N'empêche, les chiffres hebdomadaires sur le prix moyen de l'essence aux États-Unis ont été publiés la veille du scrutin et ils ont montré une baisse rapide en trois semaines. Durant une campagne électorale, on attribue au candidat sortant la responsabilité de tout ce qui va mal, y compris les hausses d'essence. Et Obama a été attaqué pour sa politique de l'énergie au cours de la campagne.
Or, en allant faire le plein avant d'aller voter le 6 novembre, l'Américain moyen a payé autour de 3,49$ le gallon, selon les chiffres hebdomadaires du ministère de l'Énergie. Pas exactement comme dans le bon vieux temps de l'ordinaire autour de 1,10$ le gallon durant les années du président Bill Clinton, mais quand même, c'était une baisse de 7,6 cents le gallon par rapport aux 3,57$ du 29 octobre. Et si on recule de deux autres semaines, le prix moyen national du gallon d'ordinaire était de 3,69$ le 22 octobre et de 3,82$ le 15 octobre. C'est quand même une baisse de 33 cents en trois semaines. C'est le genre de chose très concrète que l'électeur moyen voit au moins une fois par semaine. C'est un bonbon à court terme qui influence la perception de son bien-être personnel. Et le prix de l'essence était une statistique que le candidat républicain Mitt Romney ne pouvait plus utiliser pour taper sur Obama.

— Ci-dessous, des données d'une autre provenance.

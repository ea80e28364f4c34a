/**
 * Entry of the bundled command (`bin/build-cli.mjs` bundles from here; the clone's tsx fallback imports it
 * too): runs the command line on argv, then leaves as soon as stdout and stderr are flushed.
 *
 * Why `process.exit`: a verb returns once its work is done and its output written (pools closed, files
 * saved), so what is left — freeing a loaded field's arrays, tearing down the engine's heap and threads —
 * only delays the shell. Ending the natural way took 15–50 ms after the last line on a 1M-cell `cut`.
 */
import { main } from './main.ts';

/** Resolves once everything written to `stream` so far has been handed to the system. */
function flushed(stream: NodeJS.WriteStream): Promise<void> {
  return new Promise((done) => { stream.write('', () => done()); });
}

const code = await main(process.argv.slice(2));
await Promise.all([flushed(process.stdout), flushed(process.stderr)]);
process.exit(code);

Même en Floride, État chaudement contesté où la victoire démocrate est remise en question par un dépouillement judiciaire, l'essence a baissé de 30 cents le gallon durant les trois semaines précédant l'élection. C'est un État où l'essence est toujours plus chère que la moyenne nationale.
Comme le fait remarquer le quotidien USA Today, les amateurs de théories du complot devraient se retenir avant de dénoncer une baisse artificielle du prix de l'essence, orchestrée par les maléfiques mandarins de Washington: un des grands facteurs de la baisse de prix est la diminution de la demande nationale causée par la destruction de nombreuses infrastructures de distribution sur la côte Est par l'ouragan Sandy. Par ailleurs, le prix des hydrocarbures est généralement dans un creux à ce temps-ci de l'année. Le tourisme estival s'éteint complètement à la fin du mois de septembre; il fait encore trop doux pour que monte le prix du mazout; la grande migration interurbaine de l'Action de grâce américaine est seulement célébrée le quatrième mardi de novembre, avec de longs déplacements en auto.